Воспоминания — страница 88 из 91

Год назад, после десятилетнего перерыва, я наконец снова встретился с ним в Париже. В маленьком ресторане, а потом часто у него, в его чудесном ателье на бульваре Малерб, со мной был опять наш прежний Бакст. Припоминаю, как он неистово ругал футуристов, много и забавно рассказывал про Америку, жаловался на усталость от вечного круга заказов и хотел слышать мнение старого друга о своих последних работах…

Часто говорят о «преждевременной» смерти. И именно смерть художника, музыканта и поэта мучает всегда этой мыслью, мыслью о тех произведениях, которые с ними умерли, не родившись. На моей памяти так было, когда во цвете лет умер Серов, погиб гениальный Чюрленис и только что расцветший в своем таланте Нарбут. Бакст, конечно, далеко не дал всего, что мог дать его исключительный художественный дар. Его «знаменитость» была его трагедией. Вспоминаю последнюю встречу с ним и его слова о том, что нет времени отдаться тому, что он хочет. И слава обязывала: Бакст уже должен был оставаться Бакстом. А между тем многие вещи, которые были известны, может быть, только его друзьям, говорили о его неожиданных обещаниях[910].


Кустодиев

В 1913 г., осенью, я получил открытку от Кустодиева из Берлина. «Завтра ложусь под нож — будет операция, и я не знаю, останусь ли жив. Сегодня иду в „Kaiser Friedrich Museum“ насладиться, может быть, последний раз Веласкезом и нашим любимым Вермеером».

Операция была страшная. Два года он очень страдал от таинственных болей шеи и рук, провел почти год в горах, в швейцарском санатории, на подлинном «прокрустовом ложе», где ему варварски вытягивали шею, — и все напрасно. Но операция удалась — о ней писали в медицинских журналах: надо было вскрыть шейный позвонок и удалить опухоль на спинном мозге.
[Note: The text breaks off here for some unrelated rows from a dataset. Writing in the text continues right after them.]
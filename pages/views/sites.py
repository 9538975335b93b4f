"""Home (every site with its counts, and the code search) and the site page."""

from __future__ import annotations

from typing import Any
from urllib.parse import urlencode

from django.db.models import Q
from django.http import HttpRequest, HttpResponse
from django.shortcuts import redirect, render
from django.urls import reverse

from analysis import selectors
from analysis.engine.findings import SEVERITY_ORDER
from inventory import models as inv
from inventory import selectors as records
from pages import selectors as page_selectors
from pages.access import viewer_required
from pages.views.common import get_site, hx_target, paginate

_HIT_URLS = {
    "site": lambda h: reverse("pages:site", args=[h.code]),
    "ct": lambda h: reverse("pages:ct", args=[h.site, h.code]),
    "device": lambda h: reverse("pages:device", args=[h.site, h.code]),
    "procedure": lambda h: reverse("pages:procedure", args=[h.site, h.code]),
}


# Codes without a page of their own open the site at the list that shows them.
_HIT_ANCHORS = {"bus": "buses", "equipment": "cts", "switch": "procedures"}


def _hit_url(hit: page_selectors.Hit) -> str:
    url = _HIT_URLS.get(hit.kind)
    if url is not None:
        return url(hit)
    return reverse("pages:site", args=[hit.site]) + f"#{_HIT_ANCHORS[hit.kind]}"


def _stale(row: Any) -> bool:
    return row.computed_revision is None or row.computed_revision < row.revision


@viewer_required
def home(request: HttpRequest) -> HttpResponse:
    """Every site with its counts and whether its results are current; the search box."""
    query = request.GET.get("q", "").strip()
    hits = page_selectors.code_search(query) if query else []
    exact = [h for h in hits if h.code.casefold() == query.casefold()]
    if len(exact) == 1:
        return redirect(_hit_url(exact[0]))
    page = paginate(request, selectors.sites_overview(), "page")
    ids = [row.pk for row in page]
    by_severity = selectors.findings_by_severity(ids)
    circuits = selectors.circuit_counts(ids)
    rows = [
        {
            "site": row,
            "circuits": circuits.get(row.pk),
            "findings": by_severity[row.pk],
            "stale": _stale(row),
        }
        for row in page
    ]
    return render(
        request,
        "pages/home.html",
        {
            "page": page,
            "rows": rows,
            "severities": SEVERITY_ORDER,
            "query": query,
            "hits": [(h, _hit_url(h)) for h in hits],
        },
    )


def _findings_context(request: HttpRequest, site: inv.Site) -> dict[str, Any]:
    """The site's findings with the filters of the form (severity or worse, code, about)."""
    severity = request.GET.get("severity", "")
    if severity not in SEVERITY_ORDER:
        severity = ""
    code = request.GET.get("code", "").strip()
    about = request.GET.get("about", "").strip()
    qs = selectors.findings_queryset(site=site.code, severity=severity or None, or_worse=True)
    if code:
        qs = qs.filter(code=code)
    if about:
        qs = qs.filter(
            Q(ct__icontains=about) | Q(device__icontains=about) | Q(procedure__icontains=about)
        )
    return {
        "findings": paginate(request, qs, "fpage"),
        "filters": {"severity": severity, "code": code, "about": about},
        "findings_keep": "&" + urlencode({"severity": severity, "code": code, "about": about}),
        "severities": SEVERITY_ORDER,
        "finding_codes": sorted(
            set(
                selectors.findings_queryset(site=site.code)
                .order_by()
                .values_list("code", flat=True)
                .distinct()
            )
        ),
    }


@viewer_required
def site_page(request: HttpRequest, site: str) -> HttpResponse:
    """A site: buses and fault levels, CTs, circuits, devices, procedures with their stored
    verdict, findings with filters. Each list has its own page number."""
    obj = get_site(site)
    if hx_target(request) == "findings":
        context = {"site": obj, **_findings_context(request, obj)}
        return render(request, "pages/_findings.html", context)
    overview = selectors.sites_overview().filter(pk=obj.pk).first()
    procedures = paginate(
        request, records.procedures_queryset(site_id=obj.pk).order_by("code"), "ppage"
    )
    verdicts = selectors.procedure_verdict_rows(site_id=obj.pk)
    context = {
        "site": obj,
        "overview": overview,
        "stale": _stale(overview),
        "buses": inv.Bus.objects.filter(site=obj).order_by("code"),
        "cts": paginate(request, records.cts_queryset(site_id=obj.pk).order_by("code"), "cpage"),
        "circuits": paginate(request, selectors.site_circuits(site_id=obj.pk), "kpage"),
        "devices": paginate(
            request, records.devices_queryset(site_id=obj.pk).order_by("code"), "dpage"
        ),
        "procedures": procedures,
        "procedure_rows": [(p, verdicts.get(p.code)) for p in procedures],
        **_findings_context(request, obj),
    }
    return render(request, "pages/site.html", context)
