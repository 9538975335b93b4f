"""The circuit drawings of the pages, from ``analysis.drawing`` (one SVG per step)."""

from __future__ import annotations

from collections.abc import Sequence
from typing import Any

from analysis.drawing import DrawingError, circuit_svg, procedure_svgs


def procedure_drawings(
    source: Any, verdict: dict[str, Any], *, devices: Sequence[str]
) -> list[str]:
    """One SVG per step of ``verdict`` (index = step number), drawn around the devices the
    work is for; none when no device is named or the record cannot be drawn."""
    if not devices:
        return []
    try:
        return procedure_svgs(source, verdict, devices=tuple(devices), highlight=tuple(devices))
    except DrawingError:
        return []


def devices_drawing(source: Any, devices: Sequence[str]) -> str | None:
    """The devices' CT circuits and trip paths in the normal state (None: nothing to draw)."""
    if not devices:
        return None
    try:
        return circuit_svg(source, devices=tuple(devices), highlight=tuple(devices))
    except DrawingError:
        return None
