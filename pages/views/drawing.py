"""The circuit drawings of the pages, from ``analysis.drawing`` (one SVG per step)."""

from __future__ import annotations

from collections.abc import Sequence
from typing import Any

from analysis.drawing import DrawingError, circuit_svg, procedure_svgs


def procedure_drawings(source: Any, verdict: dict[str, Any], *, devices: Sequence[str]) -> list[str]:
    """One SVG per step of ``verdict`` (index = step number), drawn around the first device
    the work is for; none when no device is named or the record cannot be drawn."""
    if not devices:
        return []
    try:
        return procedure_svgs(source, verdict, device=devices[0], highlight=tuple(devices))
    except DrawingError:
        return []


def device_drawing(source: Any, device: str) -> str | None:
    """The device's CT circuits and trip paths in the normal state."""
    try:
        return circuit_svg(source, device=device, highlight=(device,))
    except DrawingError:
        return None
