"""The planner pages' views: thin. Reads go through the selectors of ``inventory`` and
``analysis``, answers computed now through ``analysis.actions`` (the same functions as the API
and the command line), writes through the services of ``inventory``."""
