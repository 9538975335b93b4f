"""Sense checks of the CTs: terminal positions, the tap in use, the set's phases, the accuracy
class, the excitation curve and the tap history (in order, within its time range, zoned)."""

from __future__ import annotations

from datetime import datetime
from typing import Any

from inventory.sitefile.validate.sense.base import (
    SenseBase,
    is_num,
    is_pair,
    items_of,
    parse_time,
    positive,
)
from inventory.sitefile.validate.words import listing, pair_text, pointer, show


class CTChecks(SenseBase):
    def check_cts(self) -> None:
        set_phases: dict[tuple[str, str], tuple[str, int]] = {}
        for index, ct in items_of(self.doc, "cts"):
            code = ct.get("code")
            where = ("cts", index)
            equipment = ct.get("equipment")
            if isinstance(equipment, str) and equipment not in self.equipment:
                self.add(f"unknown equipment {equipment!r}", *where, "equipment")

            terminals = ct.get("terminals")
            if isinstance(terminals, dict):
                self.winding(ct, terminals, where)

            phase, group = ct.get("phase"), ct.get("set")
            if isinstance(phase, str) and isinstance(group, str) and phase != "N":
                key = (group, phase)
                if key in set_phases:
                    other, other_index = set_phases[key]
                    self.add(
                        f"set {group!r} already has a phase {phase} CT ({other} at "
                        f"{pointer('cts', other_index)})",
                        *where,
                        "phase",
                    )
                else:
                    set_phases[key] = (str(code), index)

            accuracy = ct.get("accuracy")
            if isinstance(accuracy, str) and accuracy:
                problem = self.accuracy_check(
                    accuracy, positive(ct.get("rated_burden_va")), positive(ct.get("knee_v"))
                )
                if problem:
                    self.add(problem, *where, "accuracy")

            self.excitation(ct.get("excitation"), *where, "excitation")

    def winding(self, ct: dict, terminals: dict[str, Any], where: tuple[Any, ...]) -> None:
        """Terminal positions, the tap in use and the tap history of one CT."""
        at_position: dict[float, str] = {}
        for name, position in terminals.items():
            if not is_num(position):
                continue
            if position in at_position:
                self.add(
                    f"position {show(position)} is also that of {at_position[position]}; "
                    "two terminals cannot sit at the same point of the winding",
                    *where,
                    "terminals",
                    name,
                )
            else:
                at_position[position] = name
        self.tap(ct.get("in_use"), terminals, *where, "in_use")
        self.tap_changes(ct.get("tap_changes"), terminals, *where)

    def tap(self, tap: Any, terminals: dict[str, Any], *tokens: Any) -> bool:
        """Check a pair of CT terminal names; True when it is a usable tap."""
        if not is_pair(tap):
            return False
        good = True
        for end, name in enumerate(tap):
            if name not in terminals:
                self.add(
                    f"the CT has no terminal {name!r} (it has {listing(terminals) or 'none'})",
                    *tokens,
                    end,
                )
                good = False
        if tap[0] == tap[1]:
            self.add(
                f"both terminals are {tap[0]!r}; a tap needs two different terminals",
                *tokens,
                1,
            )
            good = False
        return good

    def excitation(self, points: Any, *tokens: Any) -> None:
        if not isinstance(points, list):
            return
        previous: tuple[int, Any, Any] | None = None
        for index, point in enumerate(points):
            if not (isinstance(point, list) and len(point) == 2 and all(map(is_num, point))):
                previous = None
                continue
            current_a, volts = point
            if previous is not None:
                last, last_a, last_v = previous
                if current_a <= last_a:
                    self.add(
                        f"exciting current must rise from point to point: {show(current_a)} "
                        f"is not above {show(last_a)} of point {last}",
                        *tokens,
                        index,
                        0,
                    )
                if volts <= last_v:
                    self.add(
                        f"secondary voltage must rise from point to point: {show(volts)} "
                        f"is not above {show(last_v)} of point {last}",
                        *tokens,
                        index,
                        1,
                    )
            previous = (index, current_a, volts)

    def tap_changes(self, changes: Any, terminals: dict[str, Any], *where: Any) -> None:
        # An in_use that differs from the last change's "to" is not an error: it is a tap
        # change made now, and the importer records it as an event. Taps are ordered pairs
        # (the first terminal is where the current leaves), so a swap is a change too.
        if not isinstance(changes, list):
            return
        last_to: tuple[int, list[str]] | None = None
        last_at: tuple[int, datetime] | None = None
        for index, change in enumerate(changes):
            if not isinstance(change, dict):
                last_to = None
                continue
            here = (*where, "tap_changes", index)
            before, after = change.get("from"), change.get("to")
            good_from = self.tap(before, terminals, *here, "from")
            good_to = self.tap(after, terminals, *here, "to")
            if good_from and good_to and list(before) == list(after):
                self.add(f"the same tap as from ({pair_text(before)}); not a change", *here, "to")
            if good_from and last_to is not None and list(before) != list(last_to[1]):
                self.add(
                    f"{pair_text(before)} does not follow the previous change, which left "
                    f"{pair_text(last_to[1])}",
                    *here,
                    "from",
                )
            last_to = (index, after) if good_to else None

            at = change.get("at")
            if isinstance(at, str) and at:
                moment = parse_time(at)
                if isinstance(moment, str):
                    self.add(moment, *here, "at")
                elif last_at is not None and moment < last_at[1]:
                    self.add(
                        f"earlier than change {last_at[0]}; list tap changes oldest first",
                        *here,
                        "at",
                    )
                    last_at = (index, moment)
                else:
                    last_at = (index, moment)
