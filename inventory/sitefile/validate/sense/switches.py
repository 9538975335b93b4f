"""Sense checks of the switches: positions, the normal one, and the contacts' ends and positions."""

from __future__ import annotations

from inventory.sitefile.validate.sense.base import SenseBase, items_of
from inventory.sitefile.validate.words import listing


class SwitchChecks(SenseBase):
    def check_switches(self) -> None:
        for index, switch in items_of(self.doc, "switches"):
            here = ("switches", index)
            positions = switch.get("positions")
            known: list[str] = []
            for number, position in enumerate(positions if isinstance(positions, list) else ()):
                if not isinstance(position, str):
                    continue
                if position in known:
                    self.add(f"duplicate position {position!r}", *here, "positions", number)
                else:
                    known.append(position)
            normal = switch.get("normal")
            if isinstance(normal, str) and isinstance(positions, list) and normal not in known:
                self.add(
                    f"{normal!r} is not one of the positions ({listing(known)})", *here, "normal"
                )
            contacts = switch.get("contacts")
            for number, contact in enumerate(contacts if isinstance(contacts, list) else ()):
                if not isinstance(contact, dict):
                    continue
                self.two_ends(
                    contact.get("between"), "a contact", *here, "contacts", number, "between"
                )
                closed_in = contact.get("closed_in")
                listed: set[str] = set()
                for k, position in enumerate(closed_in if isinstance(closed_in, list) else ()):
                    if not isinstance(position, str) or not isinstance(positions, list):
                        continue
                    ptr = (*here, "contacts", number, "closed_in", k)
                    if position not in known:
                        self.add(
                            f"{position!r} is not one of the positions ({listing(known)})", *ptr
                        )
                    elif position in listed:
                        self.add(f"position {position!r} is listed twice", *ptr)
                    listed.add(position)
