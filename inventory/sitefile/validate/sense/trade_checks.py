"""The site file's checks of the trade's strings, through the same ``trade`` functions the
engine computes with (cached: a fleet repeats the same few sizes and classes)."""

from __future__ import annotations

import functools
from collections.abc import Callable

from trade.accuracy import parse_accuracy
from trade.conductors import conductor_ohm_per_m


def wire_size_checker() -> Callable[[str, str], str | None]:
    """A cached check of (size, material) against the conductor table: None when known,
    else the table's own message."""

    @functools.cache
    def check(size: str, material: str) -> str | None:
        try:
            conductor_ohm_per_m(size, material)
        except ValueError as exc:
            return str(exc)
        return None

    return check


def accuracy_checker() -> Callable[[str, float | None, float | None], str | None]:
    """A cached check of an accuracy string with the CT's rated burden and knee point (a
    '5P20 15VA' class must agree with rated_burden_va): None when it is a class, else why not."""

    @functools.cache
    def check(text: str, rated_burden_va: float | None, knee_v: float | None) -> str | None:
        try:
            parse_accuracy(text, rated_burden_va=rated_burden_va, knee_v=knee_v)
        except ValueError as exc:
            return str(exc)
        return None

    return check
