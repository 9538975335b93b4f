"""Work sheets (PDF) from a verified isolation plan or a safe, fresh stored procedure. A stale
or unsafe one prints no sheet: the page says why not (``analysis.worksheet`` decides)."""

from __future__ import annotations

import re

from django.http import Http404, HttpRequest, HttpResponse
from django.shortcuts import render

from analysis import actions, selectors
from analysis.worksheet import WorksheetRefused, worksheet_for_plan, worksheet_for_procedure
from inventory import models as inv
from inventory import selectors as records
from pages.access import viewer_required
from pages.views import drawing
from pages.views.common import get_site, site_input


def _pdf(content: bytes, name: str) -> HttpResponse:
    safe = re.sub(r"[^A-Za-z0-9._-]", "_", name)
    return HttpResponse(
        content,
        content_type="application/pdf",
        headers={"Content-Disposition": f'inline; filename="{safe}.pdf"'},
    )


def _refused(request: HttpRequest, site: inv.Site, subject: str, reason: str) -> HttpResponse:
    return render(
        request,
        "pages/worksheet_refused.html",
        {"site": site, "subject": subject, "reason": reason},
        status=409,
    )


@viewer_required
def device_worksheet(request: HttpRequest, site: str, code: str) -> HttpResponse:
    """The work sheet of the device's isolation plan, planned now against the current record."""
    obj = get_site(site)
    if not inv.Device.objects.filter(site=obj, code=code).exists():
        raise Http404(f"no device {code!r} at {site}")
    doc, netlist = site_input(obj)
    plan = actions.isolation_plan(doc, code, netlist=netlist)
    try:
        pdf = worksheet_for_plan(
            plan,
            site_name=obj.name,
            revision=obj.revision,
            svg=drawing.devices_drawing(netlist, [code]),
            prepared_by=request.user.get_username(),
        )
    except WorksheetRefused as exc:
        return _refused(request, obj, f"device {code}", exc.reason)
    return _pdf(pdf, f"{obj.code}-{code}-worksheet")


@viewer_required
def procedure_worksheet(request: HttpRequest, site: str, code: str) -> HttpResponse:
    """The work sheet of a stored procedure, from its stored verdict: only when that verdict
    is safe and computed from the record as it is now."""
    obj = get_site(site)
    proc = records.procedures_queryset(site_id=obj.pk).filter(code=code).first()
    if proc is None:
        raise Http404(f"no procedure {code!r} at {site}")
    row = selectors.procedure_verdict_rows(site_id=obj.pk).get(code)
    subject = f"procedure {code}"
    if row is None:
        return _refused(
            request,
            obj,
            subject,
            "this procedure has no stored verdict yet (its check has not run); try again "
            "when the site's results are computed",
        )
    _, netlist = site_input(obj)
    devices = list(proc.devices or ())
    try:
        pdf = worksheet_for_procedure(
            row.verdict,
            site_name=obj.name,
            title=proc.title,
            devices=devices,
            revision=obj.revision,
            checked_revision=row.revision,
            svg=drawing.devices_drawing(netlist, devices),
            prepared_by=request.user.get_username(),
        )
    except WorksheetRefused as exc:
        return _refused(request, obj, subject, exc.reason)
    return _pdf(pdf, f"{obj.code}-{code}-worksheet")
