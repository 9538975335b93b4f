"""The CT page (nameplate, taps, tap history, the stored report with its plots, the devices
and circuits it shares, its findings) and its plot images."""

from __future__ import annotations

from typing import Any

from django.http import Http404, HttpRequest, HttpResponse
from django.shortcuts import render

from analysis import selectors
from analysis.compute import ct_plots
from inventory import models as inv
from inventory import selectors as records
from pages.access import viewer_required
from pages.views.common import get_site, site_input
from trade.ratio import format_ratio

PLOTS = ("excitation", "burden")


def _ratio(positions: dict[str, float], tap: list[str], secondary_a: float) -> str | None:
    if len(tap) != 2 or tap[0] not in positions or tap[1] not in positions:
        return None
    return format_ratio(abs(positions[tap[0]] - positions[tap[1]]), secondary_a)


@viewer_required
def ct_page(request: HttpRequest, site: str, code: str) -> HttpResponse:
    obj = get_site(site)
    ct = records.cts_queryset(site_id=obj.pk).filter(code=code).first()
    if ct is None:
        raise Http404(f"no CT {code!r} at {site}")
    terminals = list(ct.ct_terminals.all())
    positions = {t.name: t.position_a for t in terminals}
    in_use = [t.name for r in ("first", "second") for t in terminals if t.tap_role == r]
    history: list[dict[str, Any]] = [
        {
            "change": change,
            "from_ratio": _ratio(positions, change.from_tap, ct.secondary_a),
            "to_ratio": _ratio(positions, change.to_tap, ct.secondary_a),
        }
        for change in inv.TapChange.objects.filter(ct=ct).order_by("changed_at", "id")
    ]
    row = selectors.ct_report_row(site_id=obj.pk, ct=code)
    circuits: dict[str, dict[str, list[str]]] = {}
    for m in selectors.circuits_sharing_ct(site_id=obj.pk, ct=code):
        entry = circuits.setdefault(m.circuit_key, {"cts": [], "devices": []})
        entry["cts" if m.kind == "ct" else "devices"].append(m.code)
    devices = sorted({d for c in circuits.values() for d in c["devices"]})
    context = {
        "site": obj,
        "ct": ct,
        "terminals": terminals,
        "in_use": in_use,
        "ratio": None
        if ct.tap_primary_a is None
        else format_ratio(ct.tap_primary_a, ct.secondary_a),
        "history": history,
        "report_row": row,
        "report": None if row is None else row.report,
        "circuits": circuits,
        "devices": devices,
        "findings": selectors.findings_queryset(site=obj.code).filter(ct=code),
        "plots": PLOTS if ct.excitation else PLOTS[1:],
    }
    return render(request, "pages/ct.html", context)


@viewer_required
def ct_plot(request: HttpRequest, site: str, code: str, name: str) -> HttpResponse:
    """A CT's excitation or burden plot as SVG, drawn from the record now (the same function
    as the API's plot endpoint)."""
    obj = get_site(site)
    if name not in PLOTS:
        raise Http404(f"no plot {name!r}")
    doc, _ = site_input(obj)
    try:
        images = ct_plots(doc, code, "svg")
    except KeyError as exc:
        raise Http404(str(exc)) from exc
    if name not in images:
        raise Http404(f"CT {code} has no {name} plot")
    return HttpResponse(images[name], content_type="image/svg+xml")
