"""The device page: what feeds it, its isolation plan and restore (each step's ``why``,
stage findings and expected clamp-meter readings), the collateral, and saving the plan as a
procedure (editor)."""

from __future__ import annotations

from typing import Any

from django.core.exceptions import ValidationError
from django.http import Http404, HttpRequest, HttpResponse
from django.shortcuts import redirect, render
from django.urls import reverse

from analysis import actions, selectors
from inventory import models as inv
from inventory import selectors as records
from inventory.services import procedure_save
from pages.access import editor_required, viewer_required
from pages.views import drawing
from pages.views.common import get_site, site_input
from pages.views.procedures import first_danger_finding, with_worst
from record.operations import operation_from_json


def _device(site: inv.Site, code: str) -> Any:
    device = records.devices_queryset(site_id=site.pk).filter(code=code).first()
    if device is None:
        raise Http404(f"no device {code!r} at {site.code}")
    return device


def plan_steps(plan: dict[str, Any]) -> list[dict[str, Any]]:
    """Every step of the plan as the procedure page shows a step: step 0 (the normal state),
    then the isolation and the restoration, numbered as the plan's verdict numbers them, each
    with its operation, ``why``, findings per stage and the readings after it; ``part``
    marks where the isolation and the restoration begin."""
    verdict = plan.get("verdict") or {"steps": []}
    by_number = {s["step"]: s for s in verdict["steps"]}
    start = by_number.get(0, {"findings": [], "readings": []})
    ops = [*plan["isolate"], *plan["restore"]]
    rows = [
        {
            "step": 0,
            "op": None,
            "why": "",
            "findings": start["findings"],
            "readings": start.get("readings") or [],
        }
    ]
    for number, op in enumerate(ops, start=1):
        checked = by_number.get(number, {})
        rows.append(
            {
                "step": number,
                "op": operation_from_json(op).to_json(),
                "why": op.get("why", ""),
                "readings": op.get("readings") or checked.get("readings") or [],
                "findings": checked.get("findings", []),
            }
        )
    if plan["isolate"]:
        rows[1]["part"] = "Isolate"
    if plan["restore"]:
        rows[len(plan["isolate"]) + 1]["part"] = "Restore"
    return with_worst(rows)


def plan_operations(plan: dict[str, Any]) -> list[dict[str, Any]]:
    """The plan as stored steps: the operations only (``why`` and readings are the plan's)."""
    return [operation_from_json(op).to_json() for op in [*plan["isolate"], *plan["restore"]]]


def _context(site: inv.Site, code: str, **extra: Any) -> dict[str, Any]:
    """The page's context. Of the plan's step drawings only the step the walk opens at is
    drawn into the page; each other step's drawing is fetched when the walk reaches it
    (``device_plan_step_drawing``)."""
    device = _device(site, code)
    doc, netlist = site_input(site)
    plan = actions.isolation_plan(doc, code, netlist=netlist)
    steps = plan_steps(plan) if plan["possible"] else []
    danger = first_danger_finding(plan["verdict"]) if plan.get("verdict") else None
    drawn = drawing.walk_drawings(
        steps,
        netlist,
        plan.get("verdict"),
        start=danger["step"] if danger else 0,
        devices=[code],
        url_of=lambda n: reverse("pages:device-plan-step-drawing", args=[site.code, code, n]),
        record_version=site.record_version,
    )
    return {
        "site": site,
        "device": device,
        "plan": plan,
        "steps": steps,
        "n_isolate": len(plan["isolate"]),
        "n_restore": len(plan["restore"]),
        "with_drawings": drawn,
        "danger": danger,
        "feeding": sorted(
            {m.code for m in selectors.cts_feeding_device(site_id=site.pk, device=code)}
        ),
        "findings": selectors.findings_queryset(site=site.code).filter(device=code),
        "svg": None if drawn else drawing.devices_drawing(netlist, [code]),
        "save_code": f"P-{code}-PLAN",
        "save_title": f"Isolate {code} (from its plan)",
        **extra,
    }


@viewer_required
def device_page(request: HttpRequest, site: str, code: str) -> HttpResponse:
    return render(request, "pages/device.html", _context(get_site(site), code))


@viewer_required
def device_plan_step_drawing(request: HttpRequest, site: str, code: str, step: int) -> HttpResponse:
    """The drawing of one step of the device page's plan (planned again at the same record
    version: the same plan and the same bytes as drawing every step at once), fetched when the
    walk reaches it (``drawing.step_drawing_response``: a changed record answers with a note
    to reload)."""
    obj = get_site(site)
    _device(obj, code)

    def draw() -> str | None:
        doc, netlist = site_input(obj)
        plan = actions.isolation_plan(doc, code, netlist=netlist)
        if not plan["possible"]:
            return None
        return drawing.procedure_step_drawing(netlist, plan["verdict"], step=step, devices=[code])

    return drawing.step_drawing_response(
        request,
        record_version=obj.record_version,
        draw=draw,
        what=f"step {step} of the plan of {code} at {site}",
    )


@editor_required
def device_save_plan(request: HttpRequest, site: str, code: str) -> HttpResponse:
    """Store the plan, computed again now, as a procedure through the service."""
    obj = get_site(site)
    if request.method != "POST":
        return redirect("pages:device", site, code)
    _device(obj, code)
    doc, netlist = site_input(obj)
    plan = actions.isolation_plan(doc, code, netlist=netlist)
    save_code = request.POST.get("code", "").strip()
    title = request.POST.get("title", "").strip()
    errors: list[str] = []
    if not plan["possible"]:
        errors.append(f"no safe plan to save: {plan['reason']}")
    else:
        proc = inv.Procedure(
            site=obj,
            code=save_code,
            title=title,
            author=request.user.get_username(),
            devices=[code],
        )
        try:
            procedure_save(procedure=proc, steps=plan_operations(plan))
        except ValidationError as exc:
            errors.extend(
                f"{'' if k == '__all__' else k + ': '}{m}"
                for k, msgs in exc.message_dict.items()
                for m in msgs
            )
        else:
            return redirect(reverse("pages:procedure", args=[obj.code, proc.code]))
    context = _context(obj, code, save_errors=errors, save_code=save_code, save_title=title)
    return render(request, "pages/device.html", context, status=400)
Все эти мучения были лишь началом страданию всю его остальную жизнь — все последующие шестнадцать лет; потому что были еще две операции, такие же жестокие, и последняя привела к тому, что он был спасен для душевной жизни, но пришлось в силу каких-то хирургических соображений пожертвовать ногами, и, полупарализованный, он был уже пригвожден к креслу до конца жизни.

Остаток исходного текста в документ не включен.